So I should say that the standing of this work and this piece of
infrastructure that we'll be going through on Research Graph started
with a fairly small partnership. But now it's grown quite a bit and RDA,
Research Data Alliance, have picked it up as this Registry
Interoperability Working Group. It's got a number of players. You can
see some of the players who've been strongly supporting this work
over a period of time listed there and you can follow that link on RD
Alliance website to track this. But, furthermore, now really through
Amir's good work and others, the European Commission have picked
this up and said, yes, this needs to now be pushed into an ICT
specification. So all that is to say that this work is now on a pretty
strong pathway and well worth paying attention to now as it goes
forward.
So there's four types of what we call nodes in this graph network when
you're publishing data and using data. So one is the researcher, one's
the dataset, one's the publication, one's grants. There could be other
nodes as well, but the status of these whole graphs at the moment is
basically built up of those fundamental areas. When we get down to it
inside of the tool, you can see the attributes through that graphic on
the right-hand side. Research is always in green and datasets are in
orange, publication is blue and grants in yellow.

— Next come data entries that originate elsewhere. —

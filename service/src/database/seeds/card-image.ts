/**
 * Draws demonstration indicator-card images for the invented engine: an ideal card (ideal-card.ts)
 * given the distortions a real card shows — the admission line falling with wire-drawing, a rounded
 * cut-off corner, release before the end of the stroke, a compression hook and the pen's slight
 * wander — photographed a little askew on a bench. The picture is written as a PNG by a small encoder
 * of our own (node:zlib deflate), so no image library is needed.
 *
 * With the picture comes the trace a careful person would make on it (calibration marks and outline
 * points in image pixels), so the demo can show a traced card.
 */
import { deflateSync } from 'node:zlib';
import { createHash } from 'node:crypto';
import type { CardTrace, CylinderEnd, TracePoint } from '@crankjournal/shared-types';
import { idealCardPoints } from '../../calculations/ideal-card.js';
import { psiaToPsig } from '../../calculations/units.js';

// ---------------------------------------------------------------------------------------------
// PNG encoder (8-bit RGB, one IDAT chunk)
// ---------------------------------------------------------------------------------------------

const CRC_TABLE = (() => {
  const t = new Uint32Array(256);
  for (let n = 0; n < 256; n++) {
    let c = n;
    for (let k = 0; k < 8; k++) c = c & 1 ? 0xedb88320 ^ (c >>> 1) : c >>> 1;
    t[n] = c >>> 0;
  }
  return t;
})();

function crc32(buf: Buffer): number {
  let c = 0xffffffff;
  for (let i = 0; i < buf.length; i++) c = CRC_TABLE[(c ^ buf[i]) & 0xff] ^ (c >>> 8);
  return (c ^ 0xffffffff) >>> 0;
}

function chunk(type: string, data: Buffer): Buffer {
  const length = Buffer.alloc(4);
  length.writeUInt32BE(data.length);
  const body = Buffer.concat([Buffer.from(type, 'latin1'), data]);
  const crc = Buffer.alloc(4);
  crc.writeUInt32BE(crc32(body));
  return Buffer.concat([length, body, crc]);
}

/** Encodes 8-bit RGB pixels (row by row, 3 bytes a pixel) as a PNG file. */
export function encodePng(widthPx: number, heightPx: number, rgb: Uint8Array): Buffer {
  if (rgb.length !== widthPx * heightPx * 3) throw new RangeError('rgb must hold width × height × 3 bytes');
  const stride = widthPx * 3;
  const raw = Buffer.alloc((stride + 1) * heightPx);
  for (let y = 0; y < heightPx; y++) {
    // Filter "Up" (2): each byte less the byte above it; smooth paper compresses well.
    const row = y * (stride + 1);
    raw[row] = 2;
    for (let i = 0; i < stride; i++) {
      const above = y > 0 ? rgb[(y - 1) * stride + i] : 0;
      raw[row + 1 + i] = (rgb[y * stride + i] - above) & 0xff;
    }
  }
  const ihdr = Buffer.alloc(13);
  ihdr.writeUInt32BE(widthPx, 0);
  ihdr.writeUInt32BE(heightPx, 4);
  ihdr[8] = 8; // bit depth
  ihdr[9] = 2; // colour type: RGB
  ihdr[10] = 0;
  ihdr[11] = 0;
  ihdr[12] = 0;
  return Buffer.concat([
    Buffer.from([0x89, 0x50, 0x4e, 0x47, 0x0d, 0x0a, 0x1a, 0x0a]),
    chunk('IHDR', ihdr),
    chunk('IDAT', deflateSync(raw, { level: 9 })),
    chunk('IEND', Buffer.alloc(0)),
  ]);
}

You can see some of
the attributes that are listed there and we'll talk about that.
The other thing is that this graph network that's been built up
understands very well-known metadata standards like ISO 19115-4;
that's geospatial data, a lot of geospatial data fits into that. But also
things like RIF-CS that's used in the librarian world, and inside of
Research Data Australia - if you know that catalogue - uses RIF-CS,
and MARC 21 and there are others as well. So just to say that this
graph system is already supporting that framework.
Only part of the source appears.